● **DIRECTIONS FOR THIS TASK**
Give the number of lines in the entries below that hold "least", with no accompanying words.

Stored data entries
# --------------------------------------------------------------------------- the folder
def load_case(path: str | Path) -> Case:
    """Read and validate a case folder; raise CaseError listing every problem found."""
    t0 = time.perf_counter()
    folder = Path(path)
    col = _Collector()
    if not folder.is_dir():
        col.error(str(folder), "is not a case folder (expected a directory with case.toml)")
        col.raise_if_any()

    def lab(name: str) -> str:
        return str(folder / name)

    # case.toml
    settings: dict[str, Any] = {}
    if not (folder / "case.toml").is_file():
        col.error(lab("case.toml"), "is missing")
    else:
        settings = _read_toml(folder / "case.toml", lab("case.toml"), col) or {}
        if (msg := fill_limits(settings)) is not None:  # [limits] rules = "NAME"
            col.error(lab("case.toml"), msg, _toml_line(
                (folder / "case.toml").read_text(encoding="utf-8-sig"), "limits", "rules"),
                "limits.rules")

    tables: dict[str, pd.DataFrame | None] = {}
    for name, cols, required in (
        ("units.csv", UNIT_COLS, True),
        ("areas.csv", AREA_COLS, True),
        ("links.csv", LINK_COLS, False),
        ("events.csv", EVENT_COLS, True),
    ):
        p = folder / name
        if not p.is_file():
            if required:
                col.error(lab(name), "is missing")
            tables[name] = None
            continue
        t = _read_csv(p, lab(name), col)
        tables[name] = _typed_table(t, cols, col) if t is not None else None

    series_raw: dict[str, pd.DataFrame] = {}
    for key, (idc, cols) in SERIES.items():
        p = folder / f"{key}_by_period.csv"
        p, read = _series_file(p, col, lab)
        if p is not None:
            t = read(p, lab(p.name), col)
            if t is not None:
                over = [Col(c.name, c.kind, False,
                            math.nan if c.kind == "float" else None, c.check)
                        for c in cols if c.name in SERIES_COLS[key]]
                df = _typed_table(t, [Col("period", "text", True), Col(idc, "text", True)]
                                  + over, col, unknown_hint=SERIES_HINT[key])
                if df is not None:
                    df.attrs["file"] = str(p)  # messages name the file actually read
                    series_raw[key] = df
    for extra in sorted(folder.glob("*_by_period.csv")):
        if extra.name.split("_by_period")[0] not in SERIES:
            col.warn(lab(extra.name), "unknown time-series file ignored (expected units_, "
                     "areas_ or links_by_period.csv)")

    units, areas = tables["units.csv"], tables["areas.csv"]
    links, events = tables["links.csv"], tables["events.csv"]

    if settings is not None and "limits.max_settled_deviation_hz" not in settings and (
        folder / "case.toml"
    ).is_file() and not any(p.file == lab("case.toml") for p in col.problems):
        col.error(lab("case.toml"), "required key is missing", None,
                  "limits.max_settled_deviation_hz")

    # ---- cross checks (only on tables that parsed)
    area_ids: set[str] = set(areas["area"]) if areas is not None else set()
    if areas is not None and len(areas) == 0:
        col.error(lab("areas.csv"), "has no rows: at least one area is required", 1)
    if units is not None:
        _check_units(units, lab("units.csv"), area_ids if areas is not None else None, col)
        if len(units) == 0:
            col.error(lab("units.csv"), "has no rows: at least one unit is required", 1)
    if links is None:
        links = pd.DataFrame({c.name: pd.Series(dtype=float if c.kind == "float" else object)
                              for c in LINK_COLS})
        links["_line"] = pd.Series(dtype=int)
    else:
        _check_links(links, lab("links.csv"), area_ids if areas is not None else None, col)
    if events is not None and units is not None and areas is not None:
        _check_events(events, lab("events.csv"), units, area_ids, col)
        if len(events) == 0:
            col.error(lab("events.csv"), "has no rows: at least one event is required", 1)
    if areas is not None and len(areas) > 1 and not col.problems:
        _check_connected(areas, links, lab("links.csv"), col)

    periods: tuple = ()
    hours: tuple = ()
    series: dict[str, pd.DataFrame] = {}
    if not col.problems and (series_raw or (events is not None and (events["period"] != "").any())):
        periods, hours, series = _check_series(
            folder, series_raw, units, areas, links, events, settings, col)

    col.raise_if_any()
    assert units is not None and areas is not None and events is not None
    events["period"] = events["period"].map(lambda v: v if v else None).astype(object)
    if not periods and events["period"].notna().any():
        pass

    f_n = settings.get("nominal_frequency_hz")
    if f_n is None:
        f_n = 50.0
        col.warn(lab("case.toml"), "nominal_frequency_hz not given; 50 Hz assumed")
    F = settings["limits.max_settled_deviation_hz"]
    F_act = settings.get("limits.full_activation_deviation_hz", F)
    if F_act < F:
        col.warn(
            lab("case.toml"),
            f"full_activation_deviation_hz ({F_act}) is below max_settled_deviation_hz ({F}): "
            "providers saturate beyond it, so every settled point is kept within "
            f"{F_act} Hz (the unsaturated range)",
        )
    for file, msg, row, column in rule_warnings(settings.get("limits.rules"), units, events):
        col.warn(lab(file), msg, row, column)
    if settings.get("limits.max_nadir_deviation_hz") is not None:
        prov = units["provides"].to_numpy(bool)
        if units["inertia_s"].isna().all():
            col.warn(lab("units.csv"), "max_nadir_deviation_hz is set but no unit has "
                     "inertia_s: the nadir requirement is skipped", None, "inertia_s")
        n_no_t = int((prov & units["activation_time_s"].isna().to_numpy()).sum())
        if n_no_t:
            col.warn(lab("units.csv"), f"{n_no_t} provider(s) without activation_time_s are "
                     "taken to deliver in 30 s for the nadir requirement", None,
                     "activation_time_s")
    steps = settings.get("droop.steps_pct")
    if steps is not None:
        lo = units["droop_min_pct"].to_numpy()
        hi = units["droop_max_pct"].to_numpy()
        s = np.asarray(steps)
        has = ((s[None, :] >= lo[:, None] - 1e-9) & (s[None, :] <= hi[:, None] + 1e-9)).any(1)
        for (_, r), ok in zip(units.iterrows(), has):
            if r["provides"] and not ok:
                col.warn(lab("units.csv"), f"no droop step lies inside the band of unit "
                         f"'{r['unit']}'; it cannot provide", int(r["_line"]), "droop_min_pct")

    case = Case(
        name=settings.get("name", folder.name),
        nominal_frequency_hz=float(f_n),
        limits=Limits(
            max_settled_deviation_hz=F,
            full_activation_deviation_hz=F_act,
            max_nadir_deviation_hz=settings.get("limits.max_nadir_deviation_hz"),
            max_rocof_hz_per_s=settings.get("limits.max_rocof_hz_per_s"),
        ),
        droop=DroopSettings(
            steps_pct=steps,
            change_penalty_per_unit=settings.get("droop.change_penalty_per_unit", 0.0),
        ),
        solver=SolverSettings(
            time_limit_s=settings.get("solver.time_limit_s"),
            mip_gap=settings.get("solver.mip_gap"),
        ),
        units=units.drop(columns="_line").reset_index(drop=True),
        areas=areas.drop(columns="_line").reset_index(drop=True),
        links=links.drop(columns="_line").reset_index(drop=True),
        events=events.drop(columns="_line").reset_index(drop=True),
        path=folder,
        warnings=tuple(col.warnings),
        periods=periods,
        period_hours=hours,
        series=series,
        hold_periods=settings.get("droop.hold_periods"),
        co_optimise=bool(settings.get("energy.co_optimise", False)),
    )
    return case.replace(read_time_s=time.perf_counter() - t0)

● **ANSWER SPACE**
3